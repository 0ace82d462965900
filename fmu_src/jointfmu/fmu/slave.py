"""The FMU class: a thin pythonfmu slave around :class:`.integrate.ModalSimulator`.

Each built FMU carries a generated entry module whose class subclasses :class:`JointSlave` under a
unique name (see :mod:`.build`).  The slave declares the variables of :func:`.variables.variable_table`,
keeps the parameter and input values the host sets, and hands ``do_step`` to the core.

pythonfmu 0.7.0 facts this class is written around (read in its source):

- The builder instantiates the class once at build time, and ``fmi2Reset`` instantiates it anew,
  so ``__init__`` only reads the parameter set and registers variables; the simulator is created
  at ``exit_initialization_mode``.  The builder also reads start values with ``get_real`` in the
  state "instantiated" (:meth:`JointSlave.to_xml`).
- FMU states are whatever ``_get_fmu_state`` returns; ``_fmu_state_to_bytes`` and
  ``_fmu_state_from_bytes`` are called on the class.  Here a state is an immutable ``bytes``.
- ``self.log`` messages reach the host's logger only while debug logging is on
  (``loggingOn`` at fmi2Instantiate, or fmi2SetDebugLogging), whatever their status; with it
  off the host sees only the returned status.
- pythonfmu cannot return fmi2Error from Python: ``do_step`` -> True/False gives fmi2OK or
  fmi2Discard, every method fmi2OK unless it raises, and then fmi2Fatal (measured with pythonfmu
  0.7.0's binary).  Its wrapper then empties the log queue with the exception pending (which
  loses the exception) and releases one reference each to the instance, its class and its log
  queue that it never took; a second such call used freed objects (a segfault, measured).
  Nothing here raises except a deliberate refusal (:meth:`JointSlave._refuse`), which allows for
  both.

FMI 2.0's rules.  The slave follows the co-simulation state machine (FMI 2.0 standard, sec.
4.2.4; :data:`ALLOWED_STATES`): a call not allowed in the current state, an unknown value
reference, a variable that cannot be set in that state, an FMU state that is not one of this
FMU's and parameters out of range at ``exit_initialization_mode`` are refused: a message,
nothing changed (the bad parameters leave the FMU in the error state), and
:class:`~.errors.FmiCallError` raised to the binary.  jointfmu's native binary
(``native/fmi2_shell.c``, which checks the same state machine itself first) answers it with
fmi2Error; pythonfmu's binary can only answer fmi2Fatal, the nearest status that still stops the
host, and :meth:`JointSlave._refuse` gives its wrapper the references it will drop, so that the
instance stays safe to free.  A step that cannot be taken (a NaN input, numerical trouble) is
not a refused call: ``do_step`` returns False (fmi2Discard) in both binaries, the state from
before the step kept, and the FMU is in the state "step failed" (only reading, fmi2Terminate,
a status query, fmi2SetFMUstate or fmi2Reset may follow).
"""
from __future__ import annotations

import base64
import json
import math
import os
from pathlib import Path
from typing import Any

from pythonfmu import Fmi2Slave
from pythonfmu.enums import Fmi2Causality, Fmi2Initial, Fmi2Status, Fmi2Variability
from pythonfmu.variables import Real

from ..errors import FmiCallError, InputError, JointFmuError
from ..physics.integrate import MAX_INPUT
from ..params import load_parameter_set
from .variables import variable_table

__all__ = ["JointSlave", "PARAMETER_FILE", "BUILD_INFO_FILE", "FMI_STATES", "ALLOWED_STATES",
           "INSTANTIATED", "INITIALIZATION_MODE", "STEP_COMPLETE", "STEP_FAILED", "TERMINATED",
           "ERROR", "DOSTEP_ENV"]

#: Resource file names written by :mod:`.build`.
PARAMETER_FILE = "parameters.toml"
BUILD_INFO_FILE = "jointfmu_build.json"

_STATE_MAGIC = "jointfmu-state-1"

#: ``JOINTFMU_DOSTEP=python`` at instantiation keeps the native binary's doStep in Python even
#: where it could run compiled (to compare, or to rule the compiled doStep out); same results.
DOSTEP_ENV = "JOINTFMU_DOSTEP"

# The FMU's states in FMI 2.0's co-simulation state machine (sec. 4.2.4; the native shell,
# native/fmi2_shell.c, uses the same numbers).  "step failed" follows a doStep that returned
# fmi2Discard; "error" follows parameters refused at fmi2ExitInitializationMode.
INSTANTIATED, INITIALIZATION_MODE, STEP_COMPLETE, STEP_FAILED, TERMINATED, ERROR = range(6)
#: Names of the states, by number.
FMI_STATES = ("instantiated", "initialization mode", "step complete", "step failed",
              "terminated", "error")
_ANY = frozenset(range(6))
_READABLE = frozenset({INITIALIZATION_MODE, STEP_COMPLETE, STEP_FAILED, TERMINATED, ERROR})
#: FMI 2.0 sec. 4.2.4: the states each call that reaches the slave is allowed in (the native
#: shell holds the same table for every FMI call; tests/test_fmu_standard.py compares them).
ALLOWED_STATES = {
    "fmi2SetupExperiment": frozenset({INSTANTIATED}),
    "fmi2EnterInitializationMode": frozenset({INSTANTIATED}),
    "fmi2ExitInitializationMode": frozenset({INITIALIZATION_MODE}),
    "fmi2DoStep": frozenset({STEP_COMPLETE}),
    "fmi2Terminate": frozenset({STEP_COMPLETE, STEP_FAILED}),
    "fmi2GetReal": _READABLE,
    "fmi2SetReal": frozenset({INSTANTIATED, INITIALIZATION_MODE, STEP_COMPLETE}),
    "fmi2GetFMUstate": _ANY,
    "fmi2SetFMUstate": _ANY,
}

#: (instance, class, log queue) of every call refused under pythonfmu's binary, kept for the
#: life of the process: see JointSlave._refuse.
_REFUSED: list = []

#: Input kinds of the variable table -> the simulator's names for them (ModalSimulator.input_index).
_INPUT_NAMES = {"modal_force": "modal_forces", "point_force": "point_forces",
                "base_acc": "base_acc"}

══════════════════════════════

- [ACTIVITY]: In the listing above, transcribe exactly everything from the line containing "logging is on" down to the line containing "queue that it", including both and nothing more.

- [YOUR RESPONSE]:
- ``self.log`` messages reach the host's logger only while debug logging is on
  (``loggingOn`` at fmi2Instantiate, or fmi2SetDebugLogging), whatever their status; with it
  off the host sees only the returned status.
- pythonfmu cannot return fmi2Error from Python: ``do_step`` -> True/False gives fmi2OK or
  fmi2Discard, every method fmi2OK unless it raises, and then fmi2Fatal (measured with pythonfmu
  0.7.0's binary).  Its wrapper then empties the log queue with the exception pending (which
  loses the exception) and releases one reference each to the instance, its class and its log
  queue that it never took; a second such call used freed objects (a segfault, measured).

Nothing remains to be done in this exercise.